# world record ghost pepper eating



## jsdspif (Aug 3, 2009)

This is kind of my response to the habanero abt's . I read about it in my local paper when it first occured . If the link doesn't work just google the title of the thread . What I think is weird about hot stuff is some people can eat it without too much problem . I like spicy but I got some habanero potato chips some where and just one and my mouth was on fire so I gave them to a co worker that can "take the heat" and he had no problem with them . Another person that lives near my cousin ate a couple of habaneros my cousin grew and didn't even flinch but my cousin said he put about half of one into a pot of chili and it was so hot he had to make another pot of chili to dilute the first pot . So some people don't seem to have a problem with the heat . The story and video I've linked to is a case in point . I think everyone will enjoy it . My apologies if it's a repost .  Heres' the link


http://news.bbc.co.uk/2/hi/south_asia/7993925.stm


----------



## the iceman (Aug 3, 2009)

Yikes!!!

This is the part that gets me... I like things hot too. To me, its not good until you start sweating. 

When I was younger I had a couple of brothers from Minnesota working for me. We went for lunch at Taco Hell once & I got the hottest "hot" sauce they offered in an attempt to give the food some flavor. The Brothers got the mildest sauce and... they just about died. I couldn't believe it. I just started to laugh my ass off.


----------



## alx (Aug 4, 2009)

Holy smoke.

I was perty sensitive years ago, but cutting and dehydrating hot peppers has made me perty tolerant.Got some green jap powder in the eye yesterday-that eye was shut for 5 minutes-ouch


----------



## fire it up (Aug 4, 2009)

Saw that lady from a video on youtube a while ago, not with Ramsey but she was eating tons of the bhuts and rubbing them in her eyes.
I tried growing them this year but none of them wanted to germinate, good thing because for the most part here in Jersey the hottest day time temp would barely be enough for the bhuts to survive, not to mention 66 degrees at night would have killed them.
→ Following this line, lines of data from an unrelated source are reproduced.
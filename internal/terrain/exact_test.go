package terrain

import (
	"context"
	"math"
	"math/rand/v2"
	"path/filepath"
	"testing"

	"github.com/paulmach/orb"

	"ridgehop/internal/geodesy"
	"ridgehop/internal/sharedtest"
	"ridgehop/profile"
)

// topAt is the top of an exact profile at a distance, by its own definition.
func topAt(p *profile.Profile, d float64) float64 {
	i := 0
	for i+2 < len(p.DistanceM) && p.DistanceM[i+1] < d {
		i++
	}
	top := func(k int) float64 {
		if len(p.CoverM) > 0 {
			return p.GroundM[k] + p.CoverM[k]
		}
		return p.GroundM[k]
	}
	before, after := d-p.DistanceM[i], p.DistanceM[i+1]-d
	if before == 0 || after == 0 { // a void beside it does not count
		if after == 0 {
			i++
		}
		return top(i)
	}
	return (top(i)*after+top(i+1)*before)/(before+after) + p.BendPerM[i]*before*after
}

// The exact mode is the bilinear surface itself: at every place of a spacing a
// hundred times finer than a pixel it is what is read there point by point.
func TestExactModeIsTheSurface(t *testing.T) {
	const paths = 500
	terrain := loaded(t, filepath.Join(sharedtest.Dir(t), "elevation"))
	r := rand.New(rand.NewPCG(4, 5))
	worst, compared := 0.0, 0
	for range paths {
		// Over the Highlands, often across the seam of two tiles.
		a := orb.Point{-5 + 0.6*(r.Float64()-0.5), 56.1 + 0.8*r.Float64()}
		length := 300 + 5000*r.Float64()
		path := pathOf(t, a, geodesy.Direct(a, 360*r.Float64(), length))
		exact := sampled(t, terrain, path, profile.Sampling{})
		dense := sampled(t, terrain, path, profile.Sampling{SpacingM: exact.PixelM / 100})
		for i, d := range dense.DistanceM {
			got, want := topAt(exact, d), dense.GroundM[i]
			if math.IsNaN(got) != math.IsNaN(want) {
				t.Fatalf("%v: at %g m: got %g, want %g", path, d, got, want)
			}
			if off := math.Abs(got - want); off > worst {
				worst = off
			}
			compared++
		}
	}
	t.Logf("%d paths, %d places: at most %.3g m apart", paths, compared, worst)
	if worst > 0.001 {
		t.Errorf("got heights up to %g m apart, want at most 0.001", worst)
	}
}

// A ridge that is one pixel wide cannot hide: the least and the highest of the
// surface lie on the lines between pixel centres or where a cell bends.
func TestNoRidgeHides(t *testing.T) {
	ridge := func(column, row int) float64 {
		if column == 10 {
			return 100
		}
		return 0
	}
	terrain := loadedGrids(t, map[string]grid{"a.asc": {columns: 21, rows: 21, left: 500e3, top: 5600e3, pixel: 10, system: "32630", height: ridge}})
	at := metresFrom(t, terrain)
	for _, ends := range [][2]orb.Point{{at(-73, 11), at(81, -17)}, {at(-90, -90), at(90, 77)}, {at(60, 3), at(-60, 3)}} {
		p := sampled(t, terrain, pathOf(t, ends[0], ends[1]), profile.Sampling{})
		highest := 0.0
		for _, h := range p.GroundM {
			highest = max(highest, h)
		}
		if math.Abs(highest-100) > 1e-6 {
			t.Errorf("highest: got %g, want 100", highest)
		}
	}
}

// The exact mode costs no more than a few times as much as one sample a pixel.
func BenchmarkExactPath(b *testing.B) {
	folder, path, _ := benchmarkTile(b)
	terrain := loaded(b, folder)
	into := &profile.Profile{}
	must(b, terrain.Sample(context.Background(), path, profile.Sampling{}, into))
	b.ReportAllocs()
	for b.Loop() {
		must(b, terrain.Sample(context.Background(), path, profile.Sampling{}, into))
	}
	b.ReportMetric(float64(b.Elapsed().Nanoseconds())/float64(b.N)/float64(len(into.GroundM)), "ns/sample")
	b.ReportMetric(float64(len(into.GroundM)), "samples")
}

// A path that leaves a fine raster for a coarse one joins it by a jump: nothing of
// the coarse ground is lowered towards the fine, and each keeps its name.
func TestJumpsBetweenRasters(t *testing.T) {
	terrain := loadedGrids(t, map[string]grid{
		"coarse.asc": square(40, 30, constant(100)), "fine.asc": square(10, 10, constant(0)),
	})
	at, r := metresFrom(t, terrain), rand.New(rand.NewPCG(8, 1))
	for range 300 {
		y := 44 + 7*r.Float64() // along the half pixel outside the fine raster's outermost centres
		p := sampled(t, terrain, pathOf(t, at(-400+r.Float64(), y), at(300, y+2*r.Float64()-1)), profile.Sampling{})
		for i := 1; i < len(p.DistanceM); i++ {
			step := p.DistanceM[i] - p.DistanceM[i-1]
			if jump := math.Abs(p.GroundM[i] - p.GroundM[i-1]); jump > 1 && step > 2*jointM {
				t.Fatalf("at %g m: got a slope of %g m over %g m, want a jump", p.DistanceM[i], jump, step)
			}
			coarse := p.Sources[p.SourceIndex[i]].Name == "coarse.asc"
			if (p.GroundM[i] > 50) != coarse {
				t.Fatalf("at %g m: got %g m of %s", p.DistanceM[i], p.GroundM[i], p.Sources[p.SourceIndex[i]].Name)
			}
		}
	}
}

// A surface that dips below bare earth at both ends of a cell and rises above it
// in between counts where it does.
func TestTopBetweenLayers(t *testing.T) {
	twist := func(column, row int) float64 { // 90 m with 140 m at two opposite corners of every other cell
		if (column+row)%2 == 0 {
			return 140
		}
		return 90
	}
	folder := gridsOf(t, map[string]grid{"earth.asc": square(10, 10, constant(100)), "top.asc": square(10, 10, twist)})
	terrain := stated(t, folder, "sources:\n"+oneSource("earth", "ground", "datum: odn, files: [earth.asc]")+oneSource("top", "surface", "datum: odn, files: [top.asc]"))
	at := metresFrom(t, terrain)
	for _, ends := range [][2]orb.Point{{at(-34, -33), at(36, 37)}, {at(-35.2, 35), at(35, -34.9)}, {at(-30, 12), at(33, -4)}} {
		path := pathOf(t, ends[0], ends[1])
		exact, dense := sampled(t, terrain, path, profile.Sampling{}), sampled(t, terrain, path, profile.Sampling{SpacingM: 0.05})
		for i, d := range dense.DistanceM {
			if got, want := topAt(exact, d), dense.GroundM[i]+dense.CoverM[i]; got < want-0.002 || got > want+15 {
				t.Fatalf("at %g m: got a top of %g m, want %g, and not much more", d, got, want)
			}
		}
	}
}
One time I ordered some Dave's Dragon Dust that is a blend of habaneros, chipotle, bhut jolokias and a few other peppers and it was amazing.
Still have about 30 bhut jolokia seeds, hopefully next year they will grow better.


----------



## beer-b-q (Aug 4, 2009)

Tolerances to the heat builds the more and more often you eat hot peppers.  if you stop eating them for a while, what once didn't seem hot will.
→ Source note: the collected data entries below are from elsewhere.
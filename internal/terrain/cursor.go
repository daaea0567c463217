package terrain

import (
	"context"
	"errors"
	"math"
	"slices"

	"ridgehop/internal/raster"
	"ridgehop/profile"
)

// cursor reads heights of one mosaic along one path. It keeps the chunk that
// it read last at hand, so that most samples touch nothing but an array.
type cursor struct {
	ctx    context.Context
	m      *mosaic
	chunks *chunks

	// The chunk at hand, in the mosaic's columns and rows (of the turn that
	// the path is in), and the tile that it belongs to.
	i0, j0, columns, rows int
	heights               []float32
	chunk                 *chunk
	tile                  int32
	// The same as bounds for interpolation: its first pixel's column and row,
	// and how far from it the last four pixels begin.
	u0, v0, uEnd, vEnd float64

	found []int32                // scratch
	away  *[]profile.Unreachable // takes note of sources that do not answer
	dead  []int32                // tiles that did not: they are not asked again
}

// pixel states of a lookup.
const (
	absent = iota // no raster of the mosaic has this pixel
	void          // one has, without a height
	known
)

// height interpolates at (u, v), whole numbers being pixel centres. It returns
// NaN where the mosaic has no height there, and the tile that the nearest
// pixel belongs to.
func (c *cursor) height(u, v float64) (float64, int32, error) {
	if h, ok := c.inside(u, v); ok {
		return h, c.tile, nil
	}
	i, j := math.Floor(u), math.Floor(v)
	return c.corners(int(i), int(j), u-i, v-j)
}

// inside interpolates where all four pixels are known and lie in the chunk at
// hand. It is small, so that the loop over the samples holds it inline.
func (c *cursor) inside(u, v float64) (float64, bool) {
	x, y := u-c.u0, v-c.v0
	if !(x >= 0 && y >= 0 && x < c.uEnd && y < c.vEnd) {
		return 0, false
	}
	i, j := int(x), int(y)
	fx, fy := x-float64(i), y-float64(j)
	at := j*c.columns + i
	upper, lower := c.heights[at:at+2:at+2], c.heights[at+c.columns:at+c.columns+2]
	top := float64(upper[0]) + fx*(float64(upper[1])-float64(upper[0]))
	bottom := float64(lower[0]) + fx*(float64(lower[1])-float64(lower[0]))
	h := top + fy*(bottom-top)
	return h, h == h
}

// corners interpolates pixel by pixel: where the four lie in different chunks
// or tiles, at edges, and near voids. A corner with a part in the height must
// be known; one that no raster has drops out, so long as the pixel that the
// point lies in exists.
func (c *cursor) corners(i, j int, fx, fy float64) (float64, int32, error) {
	nan := math.NaN()
	home := [2]int{i + int(math.Round(fx)), j + int(math.Round(fy))}
	sum, weight := 0.0, 0.0
	homeTile := int32(-1)
	for k := range 4 {
		di, dj := k&1, k>>1
		w := lean(fx, di) * lean(fy, dj)
		atHome := home == [2]int{i + di, j + dj}
		if w == 0 && !atHome {
			continue
		}
		h, state, err := c.pixel(i+di, j+dj)
		if err != nil {
			return nan, -1, err
		}
		if state == void && w > 0 || state == absent && atHome {
			return nan, -1, nil
		}
		if state == known {
			sum += w * float64(h)
			weight += w
		}
		if atHome {
			homeTile = c.tile
		}
	}
	if weight == 0 {
		return nan, -1, nil
	}
	return sum / weight, homeTile, nil
}

// lean is the weight of the near (0) or far (1) pixel for a fraction.
func lean(f float64, side int) float64 {
	if side == 1 {
		return f
	}
	return 1 - f
}

// pixel is the height of one pixel. On shared rows and columns the first tile
// that knows it decides.
func (c *cursor) pixel(i, j int) (float32, int, error) {
	if h, ok := c.atHand(i, j); ok && h == h {
		return h, known, nil
	}
	c.found = c.m.tilesAt(i, j, c.found[:0])
	state := absent
	for _, n := range c.found {
		if err := c.fetch(n, i, j); err != nil {
			return 0, absent, err
		}
		if h, ok := c.atHand(i, j); ok && h == h {
			return h, known, nil
		}
		state = void
	}
	return 0, state, nil
}

func (c *cursor) atHand(i, j int) (float32, bool) {
	a, b := i-c.i0, j-c.j0
	if a < 0 || b < 0 || a >= c.columns || b >= c.rows {
		return 0, false
	}
	return c.heights[b*c.columns+a], true
}

// fetch takes the chunk of tile n that holds pixel (i, j) at hand.
func (c *cursor) fetch(n int32, i, j int) error {
	t := c.m.tiles[n]
	x := i - t.i
	if c.m.turn != 0 {
		x -= c.m.turn * floorDiv(x, c.m.turn)
	}
	var got *chunk
	err := error(raster.ErrUnreachable)
	if !slices.Contains(c.dead, n) {
		got, err = c.chunks.at(c.ctx, t.entry, x, j-t.j)
	}
	if unreachable(err) {
		if got == nil && !slices.Contains(c.dead, n) {
			c.noteAway(t.entry, err)
			c.dead = append(c.dead, n)
		}
		c.columns, c.rows, c.uEnd, c.vEnd, c.chunk = 0, 0, 0, 0, nil
		return nil
	}
	if err != nil {
		return err
	}
	c.i0, c.j0 = i-x+got.x, t.j+got.y
	c.columns, c.rows, c.heights, c.chunk = got.width, got.height, got.heights, got
	c.tile = n
	c.u0, c.v0 = float64(c.i0), float64(c.j0)
	c.uEnd, c.vEnd = float64(c.columns-1), float64(c.rows-1)
	return nil
}

// cell is the four corners of the cell whose upper left one is pixel (i, j):
// upper left, upper right, lower left, lower right; where all are known and lie
// in the chunk at hand.
func (c *cursor) cell(i, j int) (h [4]float64, tile int32, ok bool) {
	a, b := i-c.i0, j-c.j0
	if a < 0 || b < 0 || a+1 >= c.columns || b+1 >= c.rows {
		return h, -1, false
	}
	at := b*c.columns + a
	upper, lower := c.heights[at:at+2:at+2], c.heights[at+c.columns:at+c.columns+2]
	h = [4]float64{float64(upper[0]), float64(upper[1]), float64(lower[0]), float64(lower[1])}
	sum := h[0] + h[1] + h[2] + h[3]
	return h, c.tile, sum == sum
}

// distantCell is cell where the corners lie in more than one chunk or tile. It
// also reports whether any corner is known at all.
func (c *cursor) distantCell(i, j int) (h [4]float64, tile int32, corners int, err error) {
	for k := range h {
		pixel, state, err := c.pixel(i+k&1, j+k>>1)
		if err != nil {
			return h, -1, 0, err
		}
		if state != known {
			continue
		}
		h[k] = float64(pixel)
		if corners++; corners == 1 {
			tile = c.tile
		}
	}
	return h, tile, corners, nil
}

// unreachable reports whether a remote raster did not answer, which makes its
// part of the path void, rather than being at fault.
func unreachable(err error) bool { return errors.Is(err, raster.ErrUnreachable) }

func (c *cursor) noteAway(e *entry, err error) { noteAway(c.away, e.Name, err) }

func noteAway(away *[]profile.Unreachable, name string, err error) {
	if slices.ContainsFunc(*away, func(u profile.Unreachable) bool { return u.Source == name }) {
		return
	}
	*away = append(*away, profile.Unreachable{Source: name, Reason: err.Error()})
}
I eat hot peppers daily but still wouldn't even try a bhut jolokia aka Ghost Chilie aka Naga Jolokia 800,000 ~ 1,041,000. That would be insane.


----------



## papoo (Aug 6, 2009)

That's hilarious. I love hysterically hot food. I have pureed habaneros on my wings, but ghost chilies for some reason are just a whole new level. 

The smearing in the eye gag is a bit odd, though!

Takes all kinds, I guess!


----------